Among the records that follow, find the line with "codes.max(initial=-1) + 1)[None, :]).astype(float))" and the line with "mat = mat[:, keep]". Set down those lines and all lines between them exactly, without adding anything.
------------------------------
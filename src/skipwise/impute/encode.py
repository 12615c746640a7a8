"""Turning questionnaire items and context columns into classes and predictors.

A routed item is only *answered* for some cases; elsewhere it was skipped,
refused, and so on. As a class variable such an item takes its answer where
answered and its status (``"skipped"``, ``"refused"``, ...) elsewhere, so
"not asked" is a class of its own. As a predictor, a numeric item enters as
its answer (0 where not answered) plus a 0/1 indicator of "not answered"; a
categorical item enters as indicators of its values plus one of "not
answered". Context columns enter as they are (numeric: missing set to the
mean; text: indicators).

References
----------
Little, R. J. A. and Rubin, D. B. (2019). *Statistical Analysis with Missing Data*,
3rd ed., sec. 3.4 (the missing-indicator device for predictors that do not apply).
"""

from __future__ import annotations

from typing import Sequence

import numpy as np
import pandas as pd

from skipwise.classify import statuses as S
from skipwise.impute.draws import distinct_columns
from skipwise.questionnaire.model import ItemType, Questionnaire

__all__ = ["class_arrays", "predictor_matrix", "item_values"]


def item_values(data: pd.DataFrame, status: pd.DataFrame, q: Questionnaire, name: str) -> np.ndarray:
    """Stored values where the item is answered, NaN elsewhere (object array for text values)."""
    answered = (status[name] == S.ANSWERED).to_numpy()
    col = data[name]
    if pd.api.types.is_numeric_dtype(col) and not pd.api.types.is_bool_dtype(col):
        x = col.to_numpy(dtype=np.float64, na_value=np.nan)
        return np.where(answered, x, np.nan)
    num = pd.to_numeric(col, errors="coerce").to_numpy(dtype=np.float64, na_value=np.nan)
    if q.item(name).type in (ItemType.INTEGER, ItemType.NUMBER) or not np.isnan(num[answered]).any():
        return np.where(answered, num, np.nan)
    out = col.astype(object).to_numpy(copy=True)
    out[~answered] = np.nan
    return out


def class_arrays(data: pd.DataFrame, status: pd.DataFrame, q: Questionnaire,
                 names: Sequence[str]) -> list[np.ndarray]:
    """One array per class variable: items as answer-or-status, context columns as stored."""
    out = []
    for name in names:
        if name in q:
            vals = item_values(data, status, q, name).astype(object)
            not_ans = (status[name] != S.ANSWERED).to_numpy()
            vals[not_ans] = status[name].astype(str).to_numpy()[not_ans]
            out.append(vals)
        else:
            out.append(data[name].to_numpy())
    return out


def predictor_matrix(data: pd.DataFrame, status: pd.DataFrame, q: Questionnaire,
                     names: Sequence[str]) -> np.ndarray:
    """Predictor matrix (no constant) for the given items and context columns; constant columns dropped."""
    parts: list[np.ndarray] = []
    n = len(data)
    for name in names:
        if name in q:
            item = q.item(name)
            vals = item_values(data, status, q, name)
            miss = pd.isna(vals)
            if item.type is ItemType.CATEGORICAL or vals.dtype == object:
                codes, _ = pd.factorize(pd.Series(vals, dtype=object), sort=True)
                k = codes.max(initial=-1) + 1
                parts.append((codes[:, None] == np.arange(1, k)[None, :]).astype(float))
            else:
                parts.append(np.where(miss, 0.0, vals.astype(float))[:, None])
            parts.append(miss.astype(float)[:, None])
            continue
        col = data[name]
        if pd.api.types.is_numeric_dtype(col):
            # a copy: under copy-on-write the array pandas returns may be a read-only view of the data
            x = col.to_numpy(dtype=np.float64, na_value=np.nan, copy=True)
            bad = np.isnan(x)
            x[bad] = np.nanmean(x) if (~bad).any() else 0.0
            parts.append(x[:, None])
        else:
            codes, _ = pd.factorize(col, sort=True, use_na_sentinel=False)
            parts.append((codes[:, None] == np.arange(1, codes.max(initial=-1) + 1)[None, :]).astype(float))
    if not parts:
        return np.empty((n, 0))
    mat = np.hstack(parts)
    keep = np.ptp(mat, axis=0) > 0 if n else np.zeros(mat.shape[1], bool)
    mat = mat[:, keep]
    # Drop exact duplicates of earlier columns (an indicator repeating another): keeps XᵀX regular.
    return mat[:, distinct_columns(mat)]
------------------------------
**TASK RESPONSE**.
            parts.append((codes[:, None] == np.arange(1, codes.max(initial=-1) + 1)[None, :]).astype(float))
    if not parts:
        return np.empty((n, 0))
    mat = np.hstack(parts)
    keep = np.ptp(mat, axis=0) > 0 if n else np.zeros(mat.shape[1], bool)
    mat = mat[:, keep]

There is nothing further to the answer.